De los que consiguen remover entrañas y alzar voces, de los que empujan a la locura y al delirio, de los que marcan vidas, costumbres y caminos. Esa pasión que, en mi caso, recibo como herencia –entre otro billón de defectos que hacen pensar- de mi padre y sus palabras, su dedicación y su amor, sus gustos y su generosidad al hacer mi vida más completa, más rica y más mía a la vez que suya para siempre.
Esa misma pasión que compartimos con el hombre que amaba (bien) a las mujeres, los libros, la palabra, la cultura y, sobre todo, el cine.

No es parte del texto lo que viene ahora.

def _remainder_multipliers(grid, shape, z, Z, which, grow=4):
    """Multipliers of the short-range remainder ``(exp(-|k| z) - exp(-|k| Z)) / |k|`` (and derivatives).

    The remainder decays like ``(Z - z)^2 / r^3`` in real space. Evaluated directly on the doubled
    grid its periodic images would sit one window away and shift the potential by ~1e-4 on small
    windows; so it is transformed on a grid ``grow`` times larger, cut to the offsets the doubled
    grid needs, and transformed back (images ``grow`` times farther, ~1e-6).
    """
    Ny, Nx = shape
    # Bounded memory: at most ~16 M points for the enlarged grid (large windows need it least, their
    # images being far away already).
    grow = int(max(1, min(grow, np.floor(np.sqrt(16e6 / (Ny * Nx))))))
    big = (grow * Ny, grow * Nx)
    KX, KY, KXo, KYo, K = _wavenumbers(big, grid.spacing)
    Kn = np.where(K > 0, K, 1.0)
    rem = np.where(K > 0, (np.exp(-K * z) - np.exp(-K * Z)) / Kn, Z - z)
    symbols = [np.ones_like(K)]
    if which == "fields":
        symbols = [1j * KXo + 0 * K, 1j * KYo + 0 * K, -K, -KX**2 + 0 * K, -KXo * KYo, -1j * KXo * K,
                   -KY**2 + 0 * K, -1j * KYo * K]
    iy = np.r_[0:Ny // 2 + 1, big[0] - (Ny - Ny // 2 - 1):big[0]]
    ix = np.r_[0:Nx // 2 + 1, big[1] - (Nx - Nx // 2 - 1):big[1]]
    out = []
    for sym in symbols:
        kern = scipy.fft.irfft2(sym * rem, s=big)[np.ix_(iy, ix)]
        out.append(scipy.fft.rfft2(kern))
    return np.stack(out)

Ésa que le movió a cambiar el mundo y el séptimo arte -el primero para nosotros-. Esa pasión que sentía por Hitchcock y su trabajo, su obra y su talento que, según Truffaut, necesitaba salir de Europa y alcanzar el mundo. Y, con el convencimiento de quien sabe que las pasiones se confiesan, que sino no son, las escribió en una carta cargada de verdad y coraje que hizo llorar al hombre de los pájaros en la cabeza.

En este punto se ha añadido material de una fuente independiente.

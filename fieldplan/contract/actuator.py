"""The actuator contract: channels, primitives, the input -> velocity-field interface and field bases.

Every actuator, built-in or a user's, subclasses :class:`Actuator` and implements
``_velocity(body, medium, xy, u)``; the public :meth:`Actuator.velocity` validates input first, so
a malformed call fails the same clear way for every model. The planner only ever sees
:class:`FieldBasis` objects made by :meth:`Actuator.basis`.
"""

from __future__ import annotations

import abc
from dataclasses import dataclass, field

import numpy as np

from ..errors import ActuatorError
from ..world.body import group_bodies

__all__ = ["Channel", "Primitive", "Actuator", "FieldBasis", "Segment", "TAGS"]

#: Capability tags an actuator may declare, and what each promises (the contract suite checks them).
TAGS = {
    "affine_in_input": "velocity = drift(x) + J(x) u exactly, for every body the actuator accepts",
    "zero_idle": "the idle input (all channels at their idle value) gives zero velocity",
    "discrete_channels": "some channels take only listed values (e.g. a drive frequency); plan with primitives",
}

# Relative slack when checking an input against its channel bounds (float round-off of solvers).
_BOUND_RTOL = 1e-9


@dataclass(frozen=True)
class Channel:
    """One scalar hardware input.

    Parameters
    ----------
    name : str
        Unique within an actuator, e.g. ``"coil_3"``.
    unit : str
        SI unit of the value (``"A"``, ``"V"``, ``"Hz"``, ...).
    lower, upper : float
        Inclusive bounds, in ``unit``.
    idle : float
        The value held when the channel is at rest (default 0, clipped into the bounds).
    values : tuple of float, optional
        For a discrete channel (a drive frequency chosen from a set), the allowed values.
    """

    name: str
    unit: str
    lower: float
    upper: float
    idle: float = 0.0
    values: tuple = ()

    def __post_init__(self):
        if not isinstance(self.name, str) or not self.name:
            raise ActuatorError(f"Channel name must be a non-empty string, got {self.name!r}.")
        lo, hi = float(self.lower), float(self.upper)
        if not (np.isfinite(lo) and np.isfinite(hi) and lo <= hi):
            raise ActuatorError(
                f"Channel {self.name!r}: bounds must be finite with lower <= upper, got [{self.lower}, {self.upper}]."
            )
        object.__setattr__(self, "lower", lo)
        object.__setattr__(self, "upper", hi)
        object.__setattr__(self, "idle", float(np.clip(self.idle, lo, hi)))
        vals = tuple(float(v) for v in self.values)
        for v in vals:
            if not lo <= v <= hi:
                raise ActuatorError(f"Channel {self.name!r}: allowed value {v} lies outside [{lo}, {hi}].")
        object.__setattr__(self, "values", vals)


@dataclass(frozen=True)
class Primitive:
    """One fixed, named setting of all channels (e.g. a tone at an amplitude, a coil pattern).

    Parameters
    ----------
    name : str
        Unique within an actuator's primitives.
    values : tuple of float
        One value per channel, in channel order and units.
    """

    name: str
    values: tuple

    def __post_init__(self):
        object.__setattr__(self, "values", tuple(float(v) for v in np.ravel(self.values)))


@dataclass(frozen=True)
class Segment:
    """The unit of a schedule: hold ``values`` from ``start`` for ``duration`` seconds."""

    start: float
    duration: float
    values: tuple
    label: str = ""

    def __post_init__(self):
        object.__setattr__(self, "values", tuple(float(v) for v in np.ravel(self.values)))


@dataclass
class FieldBasis:
    """What the planner may mix during one period, linear in the decision weights ``w``.

    Both modes predict the displacement of body ``i`` over a period ``T`` as
    ``T * drift[i] + sum_k w_k * fields[k, i]``:

    * ``linear``: ``w_k = T * u_k`` with ``u`` the channel values in the box ``[lower, upper]``
      (``fields[k]`` is the velocity per unit of channel ``k``; exact for affine actuators).
    * ``timeshare``: ``w_k >= 0`` seconds of primitive ``k`` with ``sum_k w_k <= T``, the rest of
      the period at the idle input; ``fields[k]`` is the velocity under primitive ``k`` minus the
      idle velocity ``drift``. Any actuator becomes plannable by a convex program this way.

    Attributes
    ----------
    mode : {"linear", "timeshare"}
    fields : ndarray, shape (K, n, 2)
        m/s per unit weight rate (see above).
    drift : ndarray, shape (n, 2)
        m/s, velocity at the idle input (or zero input in linear mode).
    channels : tuple of Channel
    primitives : tuple of Primitive
        Timeshare mode only; ``len(primitives) == K``.
    idle : ndarray, shape (m,)
        The channel values held for the unused part of a period.
    """

    mode: str
    fields: np.ndarray
    drift: np.ndarray
    channels: tuple
    primitives: tuple = ()
    idle: np.ndarray | None = None
    meta: dict = field(default_factory=dict)

    def __post_init__(self):
        if self.mode not in ("linear", "timeshare"):
            raise ActuatorError(f"FieldBasis mode must be 'linear' or 'timeshare', got {self.mode!r}.")
        self.fields = np.asarray(self.fields, dtype=float)
        self.drift = np.asarray(self.drift, dtype=float)
        if self.fields.ndim != 3 or self.fields.shape[2] != 2:
            raise ActuatorError(f"FieldBasis fields must have shape (K, n, 2), got {self.fields.shape}.")
        if self.drift.shape != self.fields.shape[1:]:
            raise ActuatorError(f"FieldBasis drift must have shape {self.fields.shape[1:]}, got {self.drift.shape}.")
        if self.idle is None:
            self.idle = np.array([c.idle for c in self.channels], dtype=float)
        if self.mode == "linear" and self.fields.shape[0] != len(self.channels):
            raise ActuatorError("linear FieldBasis needs one field per channel.")
        if self.mode == "timeshare" and self.fields.shape[0] != len(self.primitives):
            raise ActuatorError("timeshare FieldBasis needs one field per primitive.")

    @property
    def size(self):
        """K, the number of mixable fields."""
        return self.fields.shape[0]

    @property
    def n_bodies(self):
        return self.fields.shape[1]

    @property
    def lower(self):
        """Lower bounds of the per-second weight rates (channel lower bounds, or 0), shape (K,)."""
        if self.mode == "linear":
            return np.array([c.lower for c in self.channels])
        return np.zeros(self.size)

    @property
    def upper(self):
        """Upper bounds of the per-second weight rates (channel upper bounds, or 1), shape (K,)."""
        if self.mode == "linear":
            return np.array([c.upper for c in self.channels])
        return np.ones(self.size)

    def matrix(self):
        """The 2n x K matrix of fields, rows ordered (x0, y0, x1, y1, ...), m/s per unit rate."""
        return self.fields.reshape(self.size, -1).T

    def displacement(self, weights, period):
        """Predicted displacement over ``period`` seconds, shape (n, 2), m.

        ``weights`` are channel values ``u`` (linear mode) or seconds per primitive (timeshare).
        """
        w = np.asarray(weights, dtype=float)
        if self.mode == "linear":
            return period * (self.drift + np.tensordot(w, self.fields, axes=1))
        return period * self.drift + np.tensordot(w, self.fields, axes=1)

    def to_segments(self, weights, period, start=0.0, min_duration=0.0):
        """Turn one period's solution into segments.

        Parameters
        ----------
        weights : array_like, shape (K,)
            Channel values (linear) or seconds per primitive (timeshare).
        period : float
            s.
        start : float
            s, start time of the first segment.
        min_duration : float
            s; timeshare slices shorter than this are dropped (their time goes to idle).

        Returns
        -------
        list of Segment
        """
        w = np.asarray(weights, dtype=float)
        if self.mode == "linear":
            lo = np.array([c.lower for c in self.channels])
            hi = np.array([c.upper for c in self.channels])
            return [Segment(start, period, np.clip(w, lo, hi), "mix")]
        w = np.clip(w, 0.0, None)
        total = w.sum()
        if total > period:
            w = w * (period / total)
        segs = []
        t = start
        for k in np.argsort(-w):
            if w[k] <= max(min_duration, 1e-12 * period):
                continue
            segs.append(Segment(t, float(w[k]), self.primitives[k].values, self.primitives[k].name))
            t += float(w[k])
        rest = start + period - t
        if rest > 1e-12 * period:
            segs.append(Segment(t, rest, self.idle, "idle"))
        return segs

Una semana, una intérprete, un viaje a Los Ángeles, 27 horas, 500 preguntas y mucho amor y mimo después nació ‘El cine según Hitchcock’, un libro que luce en todas las estanterías de la gente que en el cine no siente, vive.

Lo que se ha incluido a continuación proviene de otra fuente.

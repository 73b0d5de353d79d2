"""Scenario files: the YAML schema, a loader that keeps line numbers, validation and object building.

A scenario file describes one task (workspace, medium, bodies, starts and goals, the actuator, the
hardware limits, planner and simulation settings, outputs) and optionally *variants* of it for a
comparison. :func:`load_scenario` reads it with PyYAML's safe loader only, remembers the line of every
key, checks every section against :data:`SCHEMA`, builds the objects, and raises one
:class:`~fieldplan.errors.ScenarioError` listing *every* problem found, each with file, line, key path,
what was expected and what was found. Unknown keys are errors with a "did you mean" suggestion.

Every physical value is an SI number or a string with a unit (``"150 um"``, ``"2 A"``, ``"20 degC"``),
converted by :func:`fieldplan.units.to_si`.
"""

from __future__ import annotations

import dataclasses
import difflib
import functools
import hashlib
import inspect
import math
import os
import re
import warnings
from dataclasses import dataclass, field

import numpy as np
import shapely
import yaml

from .errors import FieldplanError, ScenarioError, UnitError
from .units import to_si

__all__ = [
    "Scenario", "SimulationSettings", "OutputSettings", "SCHEMA",
    "load_scenario", "parse_scenario", "read_yaml", "dump_scenario", "scenario_to_dict",
    "schema_reference", "actuator_params", "PLANNER_UNITS",
]

_MISSING = object()


class _Bad:
    """Marker for a value that failed validation (its problem is already recorded)."""

    def __bool__(self):
        return False

    def __repr__(self):
        return "<invalid>"


BAD = _Bad()


class _NotImported:
    """Marker for an actuator whose module was not imported (``check_only``): its section is unchecked."""

    def __repr__(self):
        return "<actuator not imported>"


NOT_IMPORTED = _NotImported()


# ----------------------------------------------------------------------------------------------
# YAML with line numbers
# ----------------------------------------------------------------------------------------------

#: Resource limits on a scenario file, so that no file can make reading it use unbounded memory or
#: time (each is documented in the README; a file beyond one is refused with the line concerned).
MAX_FILE_CHARS = 16_000_000     # size of the file, characters
MAX_DEPTH = 64                  # nesting depth of lists and mappings (after alias expansion)
MAX_NODES = 500_000             # YAML values (scalars, lists, mappings), aliases expanded
MAX_ALIAS_NODES = 100_000       # values reached through aliases (``*name``), in total
MAX_BODIES = 1_000              # bodies in one scenario (sum of the counts)
MAX_OBSTACLES = 50_000          # obstacles in one workspace
MAX_OBSTACLE_VERTICES = 3_000_000   # polygon vertices of all obstacles (a circle is 129)
MAX_DPI = 1200                  # outputs.dpi
MAX_TRIALS = 100_000            # simulation.trials (every trial's trajectory is kept)

_PROGRESS_OBSTACLES = 2_000     # show a progress bar (on a terminal) from this many obstacles
_PROGRESS_VALUES = 50_000       # ... and from this many YAML values while reading
_MAX_REPEATED_WARNINGS = 10     # one warning each for this many, then one summary


class _TooBig(Exception):
    """A resource limit of the YAML reader was reached (line 1-based, message)."""

    def __init__(self, line, message):
        super().__init__(message)
        self.line, self.message = line, message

‘Yo creo en el cine’ dijo Truffaut a sabiendas de que el cine y sus propiedades le habían salvado la vida de las calles de París para sumergirle en salas oscuras llenas de historias y directores, de críticas y oportunidades, de futuro y leyenda.
Dicen que uno no debe acercarse demasiado a sus mitos, que las ansias de saber pueden llevar de la mano a la decepción y al fracaso.
Truffaut se acercó a Hitchcock diseccionando persona y obra y cambió la historia del cine.
Yo tuve la osadía de acercarme a la misma distancia de él que de mi padre -cerca, muy cerca- y cambié mi propia historia.
Nunca le hagáis caso a la gente que vive sin pasión, no viven, sobreviven.